Mortality dynamics and fossilisation pathways of a new metoposaurid-dominated multitaxic bonebed from India: a window into the Late Triassic vertebrate palaeoecosystem
Nibedita Rakshit, Sanghamitra Ray
Abstract
A new bonebed recovered from the Late Triassic of India contains various macro- and microfossils, unionid bivalves and coprolites. The macrofossils include more than 700 identifiable skeletal specimens of 27 metoposaurid, four phytosaur and two rhynchosaur individuals whereas the microfossils comprise about 500 isolated teeth of varied chondrichthyans, dipnoans, actinopterygians, archosauriforms, and several non-mammalian cynodonts. The bonebed is a monodominant, multitaxic, parautochthonous, time-averaged, attritional assemblage. The Tiki floodplain was populated by highly diverse animal communities occupying terrestrial, semi-aquatic and aquatic realms, where scavenging and/or predation were common.
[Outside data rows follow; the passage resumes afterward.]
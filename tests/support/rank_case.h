/* SPDX-License-Identifier: BSD-2-Clause
 *
 * Test support. A rank case is a plain executable, tests/ranks/NAME_case.c, started under mpiexec: Criterion starts a
 * process per test and cannot do that.
 *
 *     int main(int argc, char **argv)
 *     {
 *       ebb_rank_begin(&argc, &argv);
 *       ...
 *       ebb_rank_expect(sites == 10, "%d sites", sites);
 *       ebb_rank_close(norm, 1.0, ebb_test_rounding(64, 1.0));
 *       return ebb_rank_end();
 *     }
 *
 * A failed expectation is printed with file, line and rank, and the case goes on: a rank that left early would hang the
 * others in their next collective call. PetscCall inside main needs a function of its own: ebb_rank_call(f(...)) prints
 * and aborts the whole job on an error. */
#ifndef EBB_TEST_RANK_CASE_H
#define EBB_TEST_RANK_CASE_H

#include "support/tolerance.h"

#include <petscsys.h>

/* SLEPc (PETSc, MPI) up, no .petscrc read. Collective. */
void ebb_rank_begin(int *argc, char ***argv);
/* Exit status of the case: 0 where no rank saw a failure or left memory behind, 1 otherwise. Collective. */
int ebb_rank_end(void);

int ebb_rank(void);  /* this rank in PETSC_COMM_WORLD */
int ebb_ranks(void); /* and their number */

/* Counts a failure and prints it to stderr. */
void ebb_rank_fail(const char *file, int line, const char *format, ...) __attribute__((format(printf, 3, 4)));
void ebb_rank_check(const char *file, int line, PetscErrorCode code);

#define ebb_rank_expect(condition, ...)                                                                                \
  do {                                                                                                                 \
    if (!(condition)) {                                                                                                \
      ebb_rank_fail(__FILE__, __LINE__, "false: %s", #condition);                                                      \
      ebb_rank_fail(__FILE__, __LINE__, __VA_ARGS__);                                                                  \
    }                                                                                                                  \
  } while (0)

#define ebb_rank_close(actual, expected, tolerance)                                                                    \
  do {                                                                                                                 \
    char ebb_text_[EBB_TEST_TEXT_MAX];                                                                                 \
    if (!ebb_test_within((actual), (expected), (tolerance), #actual, ebb_text_))                                       \
      ebb_rank_fail(__FILE__, __LINE__, "%s", ebb_text_);                                                              \
  } while (0)

#define ebb_rank_call(call) ebb_rank_check(__FILE__, __LINE__, (call))

#endif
Two distinct biostratinomic modes deduced are – (i), natural death, decomposition, and differential pre-burial modifications of the large terrestrial and semi-aquatic animals, and (ii) breaching of banks during flooding events, mass death, and high energy deposition of sediment load including various aquatic fishes and unionids. Similar REE patterns of a representative sample set of bone specimens and their encasing matrices suggest same diagenetic condition and a single burial event. The MREE enrichment, cerium and uranium content indicate reducing burial microenvironment for the studied fossil specimens. The Late Triassic scenario comprised highly dynamic animal communities that had different mortality dynamics and fossilisation pathways depending on the habitats and palaeobehaviour of the animals.